Mari kita bedah apa yang salah dari Rencana Prabowo Jadikan Papua Ladang Sawit

✍🏻Erizeli Jely Bandaro

Pola pembangunan Indonesia terlalu konsisten untuk diabaikan. Ia selalu dimulai dengan janji tentang ketahanan pangan, kemandirian energi, lapangan kerja dan hampir selalu berakhir dengan hasil yang sama: hutan hilang, tanah terkonsentrasi, dan kekayaan mengalir ke segelintir tangan.

Sumatera telah membayar mahal. Dalam dua dekade terakhir, pulau ini kehilangan lebih dari 4 juta hektare hutan akibat ekspansi sawit, pertambangan, dan konsesi berbasis rente. Dampaknya nyata: kabut asap kronis, konflik agraria, banjir, longsor, serta degradasi sosial yang terus berulang. Namun setelah hutan menipis, negara tidak berhenti? ia berpindah.

Kini, Papua disebut.

Presiden RI Prabowo Subianto menyatakan harapan agar Papua ditanami kelapa sawit demi swasembada energi dan produksi BBM berbasis sawit. Secara teknokratis, narasi ini terdengar rasional. Namun persoalannya bukan pada niat, melainkan pola lama yang kembali diulang di wilayah yang berbeda.

Papua bukan Sumatera. Ia adalah benteng ekologi terakhir Indonesia, dengan sekitar 80 persen wilayahnya masih tertutup hutan alam, termasuk salah satu kawasan hutan primer terbesar di Asia Pasifik. Menjadikannya kebun sawit berarti mengulang kesalahan lama di ruang yang jauh lebih rapuh dan tidak tergantikan.

Sawit adalah komoditas yang efisien, bukan hanya secara agronomis, tetapi secara politis. Ia membutuhkan konsesi luas, modal besar, dan perlindungan kebijakan. Artinya, secara struktural ia menguntungkan konglomerat, bukan masyarakat adat. Pengalaman panjang menunjukkan: ketika negara berbicara tentang sawit, kepemilikan hampir selalu berakhir di tangan grup besar, sementara masyarakat lokal kehilangan ruang hidup.

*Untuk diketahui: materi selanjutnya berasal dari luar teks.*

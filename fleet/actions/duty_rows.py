"""What granting and ending a duty ask alike."""

from datetime import datetime

from fleet.duties import ROLES, is_role
from fleet.models import Person
from records.actor import Actor
from records.refusal import Fault, Invalid, NotKnown


def of_same_operator(actor: Actor, person: Person) -> None:
    """This function will raise NotKnown when the person is another operator's."""
    if actor.operator != person.operator_id:
        raise NotKnown("person-not-known", "No such person.")


def refuse_unknown_role(role: str) -> None:
    """This function will raise Invalid when there is no such role."""
    if not is_role(role):
        raise Invalid(Fault("/role", "not-a-choice", f"the roles are {', '.join(ROLES)}"))


def beginning(since: datetime | None, now: datetime) -> datetime:
    """This function will return `since`, or `now` without one; raises Invalid for an instant that is past.

    Who might do what in the past is not rewritten.
    """
    if since is not None and since < now:
        raise Invalid(Fault("/since", "in-the-past", "a duty begins or ends now or later"))
    return since or now
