"""Ends a duty of a person, from an instant on."""

from datetime import datetime

from fleet import acts
from fleet.actions.duty_rows import beginning, of_same_operator, refuse_unknown_role
from fleet.actions.last_manager import one_at_a_time, refuse_without_manager
from fleet.models import Duty, Person
from fleet.queries.duties import roles_of
from fleet.queries.people import MANAGER
from records.act import act
from records.actor import Actor
from records.refusal import StepRefused


def end_duty(
    actor: Actor, person: Person, role: str, *, since: datetime | None = None, reason: str = ""
) -> Duty:
    """This function will end the duty from `since`, or from the act's own time.

    Raises Invalid for an unknown role or an instant in the past, StepRefused when the person does not
    hold it then or nobody would be left to grant duties, NotKnown for another operator's person.
    """
    of_same_operator(actor, person)
    refuse_unknown_role(role)
    with act(acts.END_DUTY, by=actor, about=f"person:{person.pk}", reason=reason) as entry:
        if role == MANAGER:
            one_at_a_time(entry)
        from_when = beginning(since, entry.at)
        if role not in roles_of(person, from_when):
            raise StepRefused("duty-not-held", f"{person.name} does not hold the duty {role}.")
        ended = Duty.objects.create(
            operator_id=person.operator_id, person=person, role=role, granted=False, since=from_when
        )
        if role == MANAGER:
            refuse_without_manager(entry, from_when)
        return ended
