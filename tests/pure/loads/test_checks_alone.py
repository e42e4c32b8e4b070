"""The checks alone, as many loads are computed again, are those of the whole assessment of each."""

import random
from dataclasses import replace

from hypothesis import given

from loads.balance.assess import assess, checks_alone
from loads.balance.declared import read_load
from records.refusal import Invalid
from tests.drawing import drawn
from tests.pure.loads.bulk.drawing_loads import drawn_basis, drawn_empty, drawn_load
from tests.pure.loads.making import load, twin, twin_empty
from tests.pure.loads.test_sequence_against_sampling import sequenced


def test_of_drawn_loads():
    draw = random.Random(7)
    compared = 0
    for _ in range(12):
        basis, empty = drawn_basis(draw), drawn_empty(draw)
        for _ in range(10):
            try:
                declared = read_load(drawn_load(draw, basis), basis)
            except Invalid:
                continue
            compared += 1
            assert (
                checks_alone(declared, basis, empty) == assess(declared, basis, empty, advised=False).checks
            )
    assert compared > 60


@drawn(15, 150)
@given(sequenced())
def test_of_flights_with_events(flight):
    basis, declared = flight
    whole = assess(declared, basis, twin_empty(), advised=False)
    assert checks_alone(declared, basis, twin_empty()) == whole.checks


def test_of_a_load_whose_empty_weight_is_not_known_or_of_another_datum():
    basis = twin()
    declared = read_load(load(), basis)
    for empty in (None, replace(twin_empty(), datum="elsewhere")):
        found = checks_alone(declared, basis, empty)
        assert found == assess(declared, basis, empty, advised=False).checks
        assert found[0].outcome != "pass"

Pertanyaan mendasarnya sederhana adalah:
Apakah sawit benar-benar solusi energi, atau hanya ekspansi ekstraktif dengan wajah baru?

BBM berbasis sawit tetap bergantung pada harga CPO global, subsidi kebijakan, dan perluasan lahan. Ketika harga turun, ekspansi kembali dijadikan jalan keluar. Ini bukan transisi energi, melainkan perpanjangan ketergantungan komoditas.

Masalahnya bukan sekadar ekologi. Kegagalan model pembangunan masalalu seharusnya jadi pelajaran. Kini kita mengalami defisit fiskal dan beban utang yang terus membesar. Bahkan worldbank menyebut lebih separuh rakyat tetap miskin.

Model ini terbukti gagal menciptakan nilai tambah berkelanjutan dan kemakmuran bagi semua . Yang kaya tetap konglomerat, negara tetap terjebak defisit, dan kerusakan lingkungan diwariskan ke generasi berikutnya.

Papua bukan halaman kosong di peta investasi. Ia adalah ujian terakhir: apakah negara mampu belajar dari kegagalan Sumatera, atau kembali mengulangnya, dengan hutan sebagai korban dan oligarki sebagai pemenang.

Pembangunan yang miskin kreativitas dan inovasi, lalu memilih merusak ekologi, bukanlah kemajuan. Itu hanya cara lama yang gagal—diulang di tempat baru.